_HOW TO COMPLETE THIS TASK_: After locating the line with "ends_above=above[turns + 1]" in the data that follows, return it and every later line exactly, up to and including the line with "waveform: Waveform, run: _Run, index: Index, chosen: _Choice".

*** RECORDS TO PROCESS ***

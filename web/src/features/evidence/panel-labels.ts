import { indexAt } from "../../compute/instant.ts";
import { say } from "../../format/format-quantity.ts";
import { plotWidth, timeAt, yOf, type Frame, type PanelFrame, type PanelKey } from "./frame.ts";
import { overlayAt, type Overlay } from "./overlay.ts";
import type { RunView } from "./run-view.ts";
import { driveSpeed } from "./scales.ts";

/** A word at a line of the panels, px from the figure's top left to its baseline. */
export interface PanelLabel {
  readonly key: string;
  readonly text: string;
  readonly x: number;
  readonly y: number;
  readonly anchor: "start" | "middle" | "end";
  readonly tone: "band-line" | "quiet" | "stick";
}

/** Room above and below a line's word, px. */
const RISE = 6;
const FALL = 16;

/** What the body's curves are measured against, named at its own line; and every other motion at its own. */
export function panelLabels(view: RunView, frame: Frame, overlays: readonly Overlay[]): PanelLabel[] {
  const find = (key: PanelKey): PanelFrame | undefined => frame.panels.find((panel) => panel.key === key);
  const [displacement, velocity, friction] = [find("displacement"), find("velocity"), find("friction")];
  return [
    ...(displacement ? bandLabel(view, frame, displacement) : []),
    ...(displacement ? overlayLabels(view, frame, displacement, overlays) : []),
    ...(velocity ? speedLabel(view, frame, velocity) : []),
    // Beside the panels it stands in the gutter.
    ...(friction && frame.right < 100 ? holdLabel(view, frame, friction) : []),
  ];
}

/** Above the band's upper edge, or within the band where that is at the panel's; left out where the curve leaves no room. */
function bandLabel({ inputs, scenario, samples }: RunView, frame: Frame, panel: PanelFrame): PanelLabel[] {
  const { equilibrium, restBand } = inputs;
  if (restBand === null || inputs.times(frame.from, frame.to) === null) return [];
  const text = `rest band ±${say(restBand, { dimension: "displacement", motion: scenario.motion })}`;
  // Over its word a band is highest at one end of it: where it falls, at the beginning.
  const spots = placesFor(text, frame).map((x) => {
    const ends = [x, x + wide(text)].map((place) => (equilibrium(timeAt(frame, place)) ?? 0) + restBand);
    const edge = yOf(panel, Math.max(...ends));
    return { x, y: edge - FALL > panel.top ? edge - RISE - 2 : edge + FALL };
  });
  const curves = [{ t: samples.t, values: samples.x }];
  // From a little way in on: the first places are those of what happens at the start.
  const spot = [...spots.slice(2), ...spots].find((each) => isFree(curves, frame, panel, each, text));
  return spot ? [{ key: "band", text, ...spot, anchor: "start", tone: "band-line" }] : [];
}

/** Below its line or above it, where both motions leave room. */
function overlayLabels(
  { samples }: RunView,
  frame: Frame,
  panel: PanelFrame,
  overlays: readonly Overlay[],
): PanelLabel[] {
  return overlays.flatMap((overlay): PanelLabel[] => {
    const text = shortened(overlay.label);
    const spots = placesFor(text, frame)
      .reverse()
      .flatMap((x) => {
        const there = overlayAt(overlay, timeAt(frame, x + wide(text) / 2));
        if (!there) return [];
        const y = yOf(panel, there.x);
        return [
          { x, y: y + FALL + 8 },
          { x, y: y - RISE - 8 },
        ];
      });
    const curves = [samples.x, overlay.samples.x].map((values, i) => ({
      t: i === 0 ? samples.t : overlay.samples.t,
      values,
    }));
    const spot = spots.find((each) => isFree(curves, frame, panel, each, text)) ?? spots[0];
    return spot ? [{ key: overlay.key, text, ...spot, anchor: "start", tone: "quiet" }] : [];
  });
}

/** A title may be of any length; beside the panel it stands in full. */
const LONGEST = 30;
const shortened = (title: string): string =>
  title.length > LONGEST ? `${title.slice(0, LONGEST - 1).trimEnd()}…` : title;

/** Above the dashed line, from the left on. */
function speedLabel(view: RunView, frame: Frame, panel: PanelFrame): PanelLabel[] {
  const { samples, scenario } = view;
  const text = scenario.base.length > 0 ? "feed" : "belt";
  return driveSpeed(view).map((speed) => {
    const y = yOf(panel, speed) - RISE;
    const places = placesFor(text, frame);
    const curves = [{ t: samples.t, values: samples.v }];
    const x = places.find((place) => isFree(curves, frame, panel, { x: place, y }, text)) ?? places[0];
    return { key: "speed", text, x, y, anchor: "start", tone: "quiet" };
  });
}

/** At the line that is in the picture: above it, or below it where it is at the panel's upper edge; left out where there is no room. */
function holdLabel({ inputs, scenario, samples }: RunView, frame: Frame, panel: PanelFrame): PanelLabel[] {
  const hold = inputs.hold(frame.from);
  const level = [hold, -hold].find((force) => force > panel.low && force < panel.high);
  if (hold === 0 || level === undefined || scenario.contact.normal.ripple) return [];
  const at = yOf(panel, level);
  const y = at - FALL > panel.top ? at - RISE : at + FALL;
  const text = `holds up to ${say(hold, { dimension: "force", motion: scenario.motion }, { digits: 4 })}`;
  const places = placesFor(text, frame).reverse();
  const curves = [{ t: samples.t, values: samples.f }];
  const x = places.find((place) => isFree(curves, frame, panel, { x: place, y }, text));
  return x === undefined ? [] : [{ key: "hold", text, x, y, anchor: "start", tone: "stick" }];
}

/** About how wide a word is, px. */
const wide = (text: string): number => 7 * text.length + 8;

/** Where a word may begin, from the left to the right end of the panels. */
const placesFor = (text: string, frame: Frame): number[] =>
  Array.from({ length: 11 }, (_, i) => frame.left + 4 + (i / 10) * Math.max(0, plotWidth(frame) - wide(text)));

interface Values {
  readonly t: Float64Array;
  readonly values: Float64Array;
}

/** True where no curve runs through a word that begins at x on y. */
function isFree(
  curves: readonly Values[],
  frame: Frame,
  panel: PanelFrame,
  { x, y }: { x: number; y: number },
  text: string,
): boolean {
  if (y - FALL < panel.top || y > panel.top + panel.height) return false;
  const [first, last] = [timeAt(frame, x), timeAt(frame, x + wide(text))];
  return curves.every(({ t, values }) => {
    let [low, high] = [Infinity, -Infinity];
    for (let i = indexAt(t, first); i < t.length && t[i] <= last; i++) {
      low = Math.min(low, values[i]);
      high = Math.max(high, values[i]);
      if (yOf(panel, high) <= y + RISE / 2 && yOf(panel, low) >= y - FALL) return false;
    }
    return true;
  });
}
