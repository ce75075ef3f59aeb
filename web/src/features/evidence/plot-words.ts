import { say } from "../../format/format-quantity.ts";
import { nounOf } from "../../format/noun.ts";
import { outcomeWords } from "../../format/outcomes.ts";
import type { Measure } from "../../format/unit.ts";
import type { Interval } from "../../compute/intervals.ts";
import { sayMany } from "../../format/words.ts";
import type { Frame, PanelKey } from "./frame.ts";
import type { LoopAxis, LoopFrame } from "./loop-frame.ts";
import type { RunView } from "./run-view.ts";
import { driveExtremes, extremesOf } from "./scales.ts";
import type { Range } from "./part-of-run.ts";

/** The figure in words, for those who cannot see it: what is drawn, between what values, over what part of the run. */
export function figureWords(view: RunView, frame: Pick<Frame, "from" | "to" | "panels">): string {
  const seconds = { dimension: "time", motion: view.scenario.motion } as const;
  const time =
    frame.from === 0
      ? `Over ${say(frame.to, seconds)}`
      : `From ${say(frame.from, seconds, { digits: 5 })} to ${say(frame.to, seconds, { digits: 5 })}`;
  return `${time}: ${frame.panels.map(({ key }) => panelWords(view, key, frame)).join("; ")}. ${outcomeSentence(view)}`;
}

function panelWords(view: RunView, key: PanelKey, { from, to }: Range): string {
  const { scenario, samples, inputs, drive } = view;
  const said = (value: number, dimension: Measure["dimension"]): string =>
    say(value, { dimension, motion: scenario.motion });
  const between = ([low, high]: readonly [number, number], dimension: Measure["dimension"]): string =>
    `from ${said(low, dimension)} to ${said(high, dimension)}`;
  const part = { from, to };
  if (key === "velocity") return `velocity ${between(extremesOf(samples, "v", part), "velocity")}`;
  if (key === "acceleration") return `acceleration ${between(extremesOf(samples, "a", part), "acceleration")}`;
  if (key === "friction") return `friction force ${between(extremesOf(samples, "f", part), "force")}`;
  if (key === "drive") return `${drive?.name} ${between(driveExtremes(view, part), "force")}`;
  const band =
    inputs.restBand === null
      ? ""
      : `, with the rest band of ±${said(inputs.restBand, "displacement")} about its equilibrium`;
  return `displacement of the ${nounOf(scenario)} ${between(extremesOf(samples, "x", part), "displacement")}${band}`;
}

function outcomeSentence({ scenario, result }: RunView): string {
  return result.outcome === null ? "" : `The ${nounOf(scenario)} ${outcomeWords[result.outcome]}.`;
}

/** A loop in words: how far it reaches to each side and up and down. */
export function loopWords(view: RunView, { title, across, upright }: LoopFrame): string {
  const between = ({ extremes: [low, high], measure }: LoopAxis): string =>
    `from ${say(low, measure)} to ${say(high, measure)}`;
  return `${title}: ${across.name} ${between(across)}; ${upright.name} ${between(upright)}. ${outcomeSentence(view)}`;
}

/** The strip in words: how often it sticks and for what share of the time. */
export function stripWords(intervals: readonly Interval[]): string {
  const total = intervals.reduce((sum, { from, to }) => sum + to - from, 0);
  const stuck = intervals.filter(({ phase }) => phase === 0);
  const share = stuck.reduce((sum, { from, to }) => sum + to - from, 0) / (total || 1);
  if (stuck.length === 0) return "Motion: it slides throughout and is never stuck.";
  if (share === 1) return "Motion: it is stuck throughout.";
  return `Motion: stuck ${sayMany(stuck.length, "time")}, for ${Math.round(100 * share)} % of the time shown.`;
}
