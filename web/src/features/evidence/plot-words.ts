import { say } from "../../format/format-quantity.ts";
import { nounOf } from "../../format/noun.ts";
import type { Measure } from "../../format/unit.ts";
import type { Interval } from "../../compute/intervals.ts";
import { sayMany } from "../../format/words.ts";
import type { RunView } from "./run-view.ts";

/** The figure in words, for those who cannot see it: what is drawn, between what values, over what time. */
export function figureWords(view: RunView): string {
  const { scenario, samples, inputs, end } = view;
  const measure = (dimension: Measure["dimension"]): Measure => ({ dimension, motion: scenario.motion });
  const between = (values: Float64Array, dimension: Measure["dimension"]): string => {
    const { low, high } = rangeOf(values);
    return `from ${say(low, measure(dimension))} to ${say(high, measure(dimension))}`;
  };
  const band =
    inputs.restBand === null
      ? ""
      : `, with the rest band of ±${say(inputs.restBand, measure("displacement"))} about its equilibrium`;
  return [
    `Over ${say(end, measure("time"))}: displacement of the ${nounOf(scenario)} ${between(samples.x, "displacement")}${band}`,
    `velocity ${between(samples.v, "velocity")}`,
    `friction force ${between(samples.f, "force")}.`,
  ].join("; ");
}

function rangeOf(values: Float64Array): { low: number; high: number } {
  let low = Infinity;
  let high = -Infinity;
  for (const value of values) {
    if (value < low) low = value;
    if (value > high) high = value;
  }
  return { low, high };
}

/** The strip in words: how often it sticks and for what share of the time. */
export function stripWords(intervals: readonly Interval[]): string {
  const total = intervals.reduce((sum, { from, to }) => sum + to - from, 0);
  const stuck = intervals.filter(({ phase }) => phase === 0);
  const share = stuck.reduce((sum, { from, to }) => sum + to - from, 0) / (total || 1);
  if (stuck.length === 0) return "Motion: it slides throughout and is never stuck.";
  if (share === 1) return "Motion: it is stuck throughout.";
  return `Motion: stuck ${sayMany(stuck.length, "time")}, for ${Math.round(100 * share)} % of the time shown.`;
}
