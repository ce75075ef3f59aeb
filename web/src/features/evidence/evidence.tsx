import { Suspense, useMemo } from "react";
import { classNames } from "../../components/class-names.ts";
import { Figure } from "../../components/figure.tsx";
import { lazyPart } from "../../components/lazy-part.ts";
import { usePlotTheme } from "../../components/plot-theme.ts";
import { useShortcut } from "../../components/shortcuts.tsx";
import { useIsPhone } from "../../components/use-media.ts";
import { useThrottled } from "../../components/use-throttled.ts";
import { useWidth } from "../../components/use-width.ts";
import { readQuantity } from "../../format/format-quantity.ts";
import { DockedStrip } from "./docked-strip.tsx";
import { frameOf } from "./frame.ts";
import { ReadingsRow } from "./gutter.tsx";
import { LoopSheets } from "./loop-sheets.tsx";
import type { Overlay } from "./overlay.ts";
import { OverlayChoice } from "./overlay-choice.tsx";
import { PanelChoice } from "./panel-choice.tsx";
import { PlayButtons } from "./play-buttons.tsx";
import { phaseWords } from "./readings.ts";
import { neighbourEvent, type RunView } from "./run-view.ts";
import { SaveRun } from "./save-run.tsx";
import { scalesOf } from "./scales.ts";
import { TimeCursor } from "./time-cursor.tsx";
import { TimeFigure } from "./time-figure.tsx";
import { usePanels } from "./use-panels.ts";
import { useSeenPart, within } from "./use-part.ts";
import { usePlay } from "./use-play.ts";
import { useScenarioOverlay } from "./use-scenario-overlay.ts";
import { ViewChoice } from "./view-choice.tsx";

const SpectrumSheet = lazyPart(async () => (await import("./spectrum/spectrum-sheet.tsx")).SpectrumSheet);

interface EvidenceProps {
  view: RunView;
  /** The cursor's time, s. */
  t: number;
  onMove: (t: number) => void;
  isStale: boolean;
  /** Other motions drawn behind this one; a scenario to overlay is then not offered. */
  beside?: readonly Overlay[];
}

/**
 * While a value is dragged the plots take the newest run five times a second: drawing them takes longer than a frame. So do
 * the plots below the time axis while what is seen of it moves.
 */
const DRAWN_EVERY_MS = 200;

/** The motion strip and the plots of a run over one time axis, under one cursor. */
export function Evidence({ view: newest, t, onMove, isStale, beside }: EvidenceProps) {
  const view = useThrottled(newest, DRAWN_EVERY_MS);
  const isPhone = useIsPhone();
  const [ref, width] = useWidth<HTMLDivElement>(1160);
  const part = useSeenPart(view.end, t);
  const { range } = part;
  const slow = useThrottled(range, DRAWN_EVERY_MS);
  const settling = useMemo(() => within(slow, view.end), [slow, view.end]);
  const [panels, togglePanel] = usePanels();
  const overlay = useScenarioOverlay(view.scenario.motion);
  const overlays = beside ?? overlay.overlays;
  const frame = useMemo(
    () => frameOf(width, range, scalesOf(view, range, panels, overlays)),
    [view, width, range, panels, overlays],
  );
  const theme = usePlotTheme();
  const moveTo = (next: number): void => {
    onMove(next);
    part.follow(next);
  };
  const step = (direction: 1 | -1): void => moveTo(neighbourEvent(view, t, direction) ?? t);
  const play = usePlay({ range, t, onMove, next: (after) => neighbourEvent(view, after, 1) });
  useShortcut(" ", "Play and pause", play.toggle);
  useShortcut("ArrowLeft", "Cursor to the event before", () => step(-1));
  useShortcut("ArrowRight", "Cursor to the next event", () => step(1));
  return (
    <div className={classNames(isStale && "stale")}>
      <div className="mb-3 flex flex-wrap items-center gap-x-5 gap-y-2">
        <PlayButtons play={play} onStep={step} hasSteps={!isPhone} />
        <CursorWords view={view} t={t} />
        <ViewChoice view={view} part={part} />
      </div>
      <div className="flex flex-wrap items-center gap-x-6 max-desk:mb-3">
        <PanelChoice hasDrive={view.drive !== null} chosen={panels} onToggle={togglePanel} />
        {!beside && <OverlayChoice overlay={overlay} />}
      </div>
      {isPhone && <ReadingsRow view={view} frame={frame} t={t} overlays={overlays} />}
      <div className="border-line bg-raised max-desk:-mx-(--page-pad) max-desk:border-y desk:rounded desk:border">
        <div ref={ref} className="relative">
          <TimeFigure
            view={view}
            frame={frame}
            t={t}
            theme={theme}
            overlays={overlays}
            onMove={moveTo}
            onSpan={part.span}
          >
            <TimeCursor view={view} frame={frame} t={t} onMove={moveTo} part={part} />
          </TimeFigure>
        </div>
      </div>
      <LoopSheets view={view} range={settling} t={t} theme={theme} />
      {panels.includes("spectrum") && (
        <Suspense fallback={<div className="min-h-[420px]" />}>
          <SpectrumSheet view={view} range={settling} theme={theme} />
        </Suspense>
      )}
      <SaveRun view={view} />
      {isPhone && <DockedStrip view={view} range={range} t={t} onMove={moveTo} onStep={step} />}
    </div>
  );
}

function CursorWords({ view, t }: { view: RunView; t: number }) {
  const { phase, since } = phaseWords(view, t);
  return (
    <p>
      Cursor at <Figure {...readQuantity(t, { dimension: "time", motion: "linear" }, { digits: 4 })} />,{" "}
      <span className={classNames("font-bold", phase === "stuck" ? "text-stick" : "text-slip")}>{phase}</span>
      {since}
    </p>
  );
}
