import { PlainSelect } from "../../components/select.tsx";
import { Option } from "./option.tsx";
import type { ScenarioOverlay } from "./use-scenario-overlay.ts";

/** Which other scenario is drawn over this one. */
export function OverlayChoice({ overlay }: { overlay: ScenarioOverlay }) {
  const { isOpen, open, others, chosen, choose, trouble } = overlay;
  if (!isOpen)
    return (
      <span className="text-13">
        <Option label="overlay a scenario" onChoose={open} />
      </span>
    );
  return (
    <span className="flex flex-wrap items-center gap-x-2 text-13">
      <span className="text-quiet">overlay</span>
      <PlainSelect
        isQuiet
        autoFocus
        aria-label="Scenario to overlay"
        choices={[
          { value: "", label: "none" },
          ...others.map(({ id, title }) => ({ value: id, label: title || "Untitled" })),
        ]}
        value={chosen}
        onChange={(event) => choose(event.target.value)}
      />
      {trouble && <span role="status">{trouble}</span>}
    </span>
  );
}
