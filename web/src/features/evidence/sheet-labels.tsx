import type { LoopLabel } from "./loop-labels.ts";

const tones: Record<LoopLabel["tone"], string> = {
  slip: "fill-slip",
  stick: "fill-stick",
  quiet: "fill-quiet",
  ink: "fill-ink",
};

/** Words at the lines of a sheet, each on a ground of its own, so that lines do not run through it. */
export function SheetLabels({ labels }: { labels: readonly LoopLabel[] }) {
  return labels.map(({ text, x, y, anchor, tone }) => (
    <text
      key={`${text} ${x} ${y}`}
      x={x}
      y={y}
      textAnchor={anchor}
      className={`${tones[tone]} stroke-raised text-13`}
      strokeWidth={4}
      strokeLinejoin="round"
      paintOrder="stroke"
    >
      {text}
    </text>
  ));
}
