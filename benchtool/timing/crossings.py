"""Crossings of the mid level, found block by block in the samples' own codes."""

from __future__ import annotations

from dataclasses import dataclass, field
from typing import Any

import numpy as np

from benchtool.frozen import frozen_record
from benchtool.model.arrays import BoolArray, FloatArray, NDArray
from benchtool.model.capture import Span, UniformTime, Waveform
from benchtool.timing.changes import find_changes
from benchtool.timing.lengths import TransitionLengths
from benchtool.timing.pieces import Index, Piece, times_at, walk_pieces
from benchtool.timing.rows import Codes
from benchtool.timing.tally import Tally
from benchtool.timing.thresholds import Thresholds

_Choice = Index | slice


@frozen_record(eq=False)
class Crossings:
    """Completed transitions of one gap-free run.

    Attributes:
        index: Sample index of the first sample past the mid level, of the crossing in the middle
            of each transition, shape (n,).
        rising: Direction in volts, shape (n,).
        before, after: Samples on both sides of that crossing, shape (n,).
        before_s, after_s: Their times in seconds, shape (n,).
        start_s, end_s: Times of the run's first and last sample.
        starts_high: State in which the run begins.
        n_runts: Pulses that cross the mid level and return without reaching the other state.
        span: The span that the run lies in.
    """

    index: Index
    rising: BoolArray
    before: FloatArray
    after: FloatArray
    before_s: FloatArray
    after_s: FloatArray
    start_s: float
    end_s: float
    starts_high: bool
    n_runts: int
    span: Span


@frozen_record(eq=False)
class Walked:
    """What one walk over a waveform finds.

    Attributes:
        runs: Its gap-free runs.
        lengths: Typical number of samples strictly between the outer reference levels of a rising
            and of a falling transition.
        tally: Range of all samples and how many are missing.
    """

    runs: tuple[Crossings, ...]
    lengths: tuple[float, float]
    tally: Tally


@dataclass(slots=True, kw_only=True, eq=False)
class _Run:
    """What is gathered of a run while it is walked; times only where they are stamped."""

    span: Span
    start_s: float
    first_above: bool
    end_s: float = 0.0
    last: Any
    index: list[Index] = field(default_factory=list)
    before: list[Codes] = field(default_factory=list)
    after: list[Codes] = field(default_factory=list)
    before_s: list[FloatArray] = field(default_factory=list)
    after_s: list[FloatArray] = field(default_factory=list)
    settled: list[BoolArray] = field(default_factory=list)
    open_settled: bool = False


@frozen_record(eq=False)
class _Kept:
    """Which crossings are edges, the state after each, and what else the stretches tell."""

    chosen: _Choice
    ends_above: BoolArray
    begins_above: bool
    n_runts: int


def find_crossings(waveform: Waveform, limits: Thresholds) -> Walked:
    """Find the completed transitions of a waveform, walked once in blocks.

    Args:
        waveform: The trace.
        limits: Reference levels in codes.
    """
    runs: list[_Run] = []
    lengths, tally = TransitionLengths(), Tally()
    for piece in walk_pieces(waveform, tally):
        if piece.begins_run or not runs:
            runs.append(_open_run(waveform, piece, limits))
        _extend(runs[-1], waveform, piece, limits, lengths)
    rising, falling = lengths.typical()
    return Walked(
        runs=tuple(_settle(waveform, run, limits.inverted) for run in runs),
        lengths=(falling, rising) if limits.inverted else (rising, falling),
        tally=tally,
    )


def find_runs(waveform: Waveform) -> tuple[tuple[tuple[float, float], ...], Tally]:
    """Return when each gap-free run of a waveform starts and ends, in seconds, and its tally."""
    runs: list[tuple[float, float]] = []
    tally = Tally()
    for piece in walk_pieces(waveform, tally):
        ends = times_at(waveform, piece, np.array([0, piece.values.size - 1]))
        if piece.begins_run or not runs:
            runs.append((float(ends[0]), float(ends[1])))
        else:
            runs[-1] = (runs[-1][0], float(ends[1]))
    return tuple(runs), tally


def _open_run(waveform: Waveform, piece: Piece, limits: Thresholds) -> _Run:
    start_s = float(times_at(waveform, piece, np.array([0]))[0])
    first = piece.values[0]
    return _Run(
        span=piece.span,
        start_s=start_s,
        first_above=bool(first >= limits.is_above),
        last=first,
        end_s=start_s,
    )


def _extend(
    run: _Run, waveform: Waveform, piece: Piece, limits: Thresholds, lengths: TransitionLengths
) -> None:
    """Add a piece to its run: its crossings, and which stretches between them settle."""
    values = piece.values
    was_above = bool(run.last >= limits.is_above)
    found = find_changes(values, piece.rows, limits, was_above=was_above)
    settled = found.settled
    settled[0] |= run.open_settled
    run.open_settled = bool(settled[-1])
    if found.at.size:
        lengths.look(values, found.at[settled[:-1]], limits)  # the first of each transition
        run.settled.append(settled[:-1])
        _record(run, piece, found.at)
    run.last = values[-1]
    run.end_s = float(times_at(waveform, piece, np.array([values.size - 1]))[0])


def _record(run: _Run, piece: Piece, at: Index) -> None:
    before = piece.values[at - 1]
    if at[0] == 0:
        before[0] = run.last
    run.index.append(at + piece.first)
    run.before.append(before)
    run.after.append(piece.values[at])
    if piece.times_s is not None:
        before_s = piece.times_s[at - 1]
        if at[0] == 0:
            before_s[0] = run.end_s
        run.before_s.append(before_s)
        run.after_s.append(piece.times_s[at])


def _settle(waveform: Waveform, run: _Run, inverted: bool) -> Crossings:
    """Keep one crossing a completed transition: hysteresis between the reference levels."""
    settled = np.concatenate([*run.settled, [run.open_settled]])
    if settled.all():
        kept = _all_kept(settled.size - 1, run.first_above)
    else:
        kept = _middle_ones(settled, run.first_above)
    index = _taken(run.index, kept.chosen, np.int64)
    before_s, after_s = _times(waveform, run, index, kept.chosen)
    return Crossings(
        index=index,
        rising=~kept.ends_above if inverted else kept.ends_above,
        before=_taken(run.before, kept.chosen, np.float64),
        after=_taken(run.after, kept.chosen, np.float64),
        before_s=before_s,
        after_s=after_s,
        start_s=run.start_s,
        end_s=run.end_s,
        starts_high=kept.begins_above != inverted,
        n_runts=kept.n_runts,
        span=run.span,
    )


def _all_kept(n: int, first_above: bool) -> _Kept:
    """Return every crossing, where every stretch between them settles."""
    ends_above = np.zeros(n, np.bool_)
    ends_above[int(first_above) :: 2] = True
    return _Kept(chosen=slice(None), ends_above=ends_above, begins_above=first_above, n_runts=0)


def _middle_ones(settled: BoolArray, first_above: bool) -> _Kept:
    """Return the middle crossing of each transition.

    Stretch i lies between crossings i-1 and i; it is above mid where its parity says so.
    """
    firm = np.flatnonzero(settled)
    above = (firm % 2 == 0) == first_above
    turns = np.flatnonzero(above[1:] != above[:-1])
    first, last = firm[turns], firm[turns + 1] - 1  # first and last crossing of the transition
    returns = np.diff(firm)[above[1:] == above[:-1]]
    return _Kept(
        chosen=(first + last) // 2,
        ends_above=above[turns + 1] if turns.size else np.empty(0, np.bool_),
        begins_above=bool(above[0]) if firm.size else first_above,
        n_runts=int(np.sum(returns)) // 2,
    )


def _times(
    waveform: Waveform, run: _Run, index: Index, chosen: _Choice
) -> tuple[FloatArray, FloatArray]:
    """Return the times of the samples before and after the chosen crossings."""
    if not isinstance(waveform.time, UniformTime):
        return (
            _taken(run.before_s, chosen, np.float64),
            _taken(run.after_s, chosen, np.float64),
        )
    start_s, dt_s = run.span.start_s, waveform.time.dt_s
    offset = (index - run.span.start).astype(np.float64)
    return start_s + (offset - 1) * dt_s, start_s + offset * dt_s


def _taken(parts: list[NDArray[Any]], chosen: _Choice, dtype: type[np.generic]) -> NDArray[Any]:
    """Return the chosen of what was gathered, whose memory is given back."""
    if not parts:
        return np.empty(0, dtype)
    joined = np.concatenate(parts)
    parts.clear()
    return joined[chosen].astype(dtype, copy=False)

*** End of RECORDS TO PROCESS ***

_ANSWER BELOW_:
        ends_above=above[turns + 1] if turns.size else np.empty(0, np.bool_),
        begins_above=bool(above[0]) if firm.size else first_above,
        n_runts=int(np.sum(returns)) // 2,
    )


def _times(
    waveform: Waveform, run: _Run, index: Index, chosen: _Choice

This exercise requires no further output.